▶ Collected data
_____
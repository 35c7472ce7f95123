package org.ductledger.numeric;

import java.util.Arrays;

/**
 * A {@link StagnationPower} over columns, block by block. The operations and their order are those of one value; a
 * block with a row beyond their range is computed value by value.
 */
public final class PowerColumn {
    private static final int BLOCK = 256;

    /** Fewer rows than this are computed one by one. */
    private static final int LEAST_ROWS = 12;

    private static final long MOST_MACH = Double.doubleToRawLongBits(StagnationSum.MOST_MACH);
    private static final long LEAST_GAMMA = Double.doubleToRawLongBits(GammaTerms.LEAST_GAMMA);

    private final StagnationPower power;

    public PowerColumn(StagnationPower power) {
        this.power = power;
    }

    /**
     * Fills {@code result[from..to)}.
     *
     * @param arguments the Mach numbers and the gammas; a column of one value holds for all rows
     */
    public void apply(double[][] arguments, int from, int to, double[] result) {
        double[] machs = arguments[0];
        double[] gammas = arguments[1];
        if (to - from >= LEAST_ROWS) {
            new Block(power, Math.min(to - from, BLOCK)).run(machs, gammas, from, to, result);
            return;
        }
        for (int i = from; i < to; i++) {
            result[i] = power.at(machs[machs.length == 1 ? 0 : i], gammas[gammas.length == 1 ? 0 : i]);
        }
    }

    /** The scratch arrays of a run, and the order of the steps. */
    private static final class Block {
        private final StagnationPower power;
        private final double[] mach;
        private final double[] gamma;
        private final double[] h;
        private final double[] w0;
        private final double[] w1;
        private final double[] sonic;
        private final double[] sonicRest;
        private final double[] sonicInverse;
        private final double[] head;
        private final double[] tail;
        private final double[] scale;
        private final double[] k;
        private final double[] tableTail;
        private final double[] s;
        private final double[] z;

        Block(StagnationPower power, int size) {
            this.power = power;
            mach = new double[size];
            gamma = new double[size];
            h = new double[size];
            w0 = new double[size];
            w1 = new double[size];
            sonic = new double[size];
            sonicRest = new double[size];
            sonicInverse = new double[size];
            head = new double[size];
            tail = new double[size];
            scale = new double[size];
            k = new double[size];
            tableTail = new double[size];
            s = new double[size];
            z = new double[size];
        }

        void run(double[] machs, double[] gammas, int from, int to, double[] result) {
            boolean oneGamma = gammas.length == 1;
            Arrays.fill(mach, machs[0]);
            Arrays.fill(gamma, gammas[0]);
            gammaTerms(mach.length);
            for (int start = from; start < to; start += mach.length) {
                int n = Math.min(mach.length, to - start);
                if (machs.length != 1) {
                    System.arraycopy(machs, start, mach, 0, n);
                }
                if (!oneGamma) {
                    System.arraycopy(gammas, start, gamma, 0, n);
                    gammaTerms(n);
                }
                fill(n, oneGamma, start, result);
            }
        }

        private void gammaTerms(int n) {
            Loops.exponents(gamma, h, w0, w1, power.a(), power.b(), n);
            if (power.overSonic()) {
                Loops.sonicTerms(h, sonic, sonicRest, sonicInverse, n);
            }
        }

        private void fill(int n, boolean oneGamma, int start, double[] result) {
            if (isPlain(oneGamma ? 1 : n, n)) {
                base(n);
                logarithm(n);
                exponential(n);
                Loops.scale(s, k, result, start, n);
                return;
            }
            for (int i = 0; i < n; i++) {
                result[start + i] = power.at(mach[i], gamma[i]);
            }
        }

        /** Asks the order of the bits, which is that of positive doubles, of the whole block without a branch. */
        private boolean isPlain(int gammas, int machs) {
            long outside = 0;
            for (int i = 0; i < machs; i++) {
                outside |= MOST_MACH - Double.doubleToRawLongBits(mach[i]);
            }
            for (int i = 0; i < gammas; i++) {
                outside |= Double.doubleToRawLongBits(gamma[i]) - LEAST_GAMMA;
            }
            return outside >= 0;
        }

        private void base(int n) {
            Loops.leading(mach, h, s, z, n);
            Loops.sum(s, z, head, tail, n);
            if (power.overSonic()) {
                Loops.overSonic(head, tail, sonic, sonicRest, sonicInverse, n);
            }
        }

        private void logarithm(int n) {
            Loops.gather(head, scale, k, tableTail, n);
            Loops.reduce(head, tail, scale, n);
            Loops.logarithmHead(head, tail, k, tableTail, s, z, n);
            Loops.logarithmTail(tail, z, n);
        }

        private void exponential(int n) {
            Loops.fraction(w0, w1, s, tail, z, k, n);
            Loops.exponentialTail(z, scale, n);
            Loops.mantissa(z, scale, s, n);
            switch (power.ending()) {
                case NOTHING -> {}
                case OVER_MACH -> Loops.overMach(s, mach, n);
                case MACH_ROOT_GAMMA -> Loops.machRootGamma(s, mach, gamma, n);
                case HALF_GAMMA_MACH_SQUARE -> Loops.halfGammaMachSquare(s, mach, gamma, n);
            }
        }
    }
}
_____
▶ What you have to do
Return the total number of lines in the records that contain "their", without any explanation.

▶ The completed task
2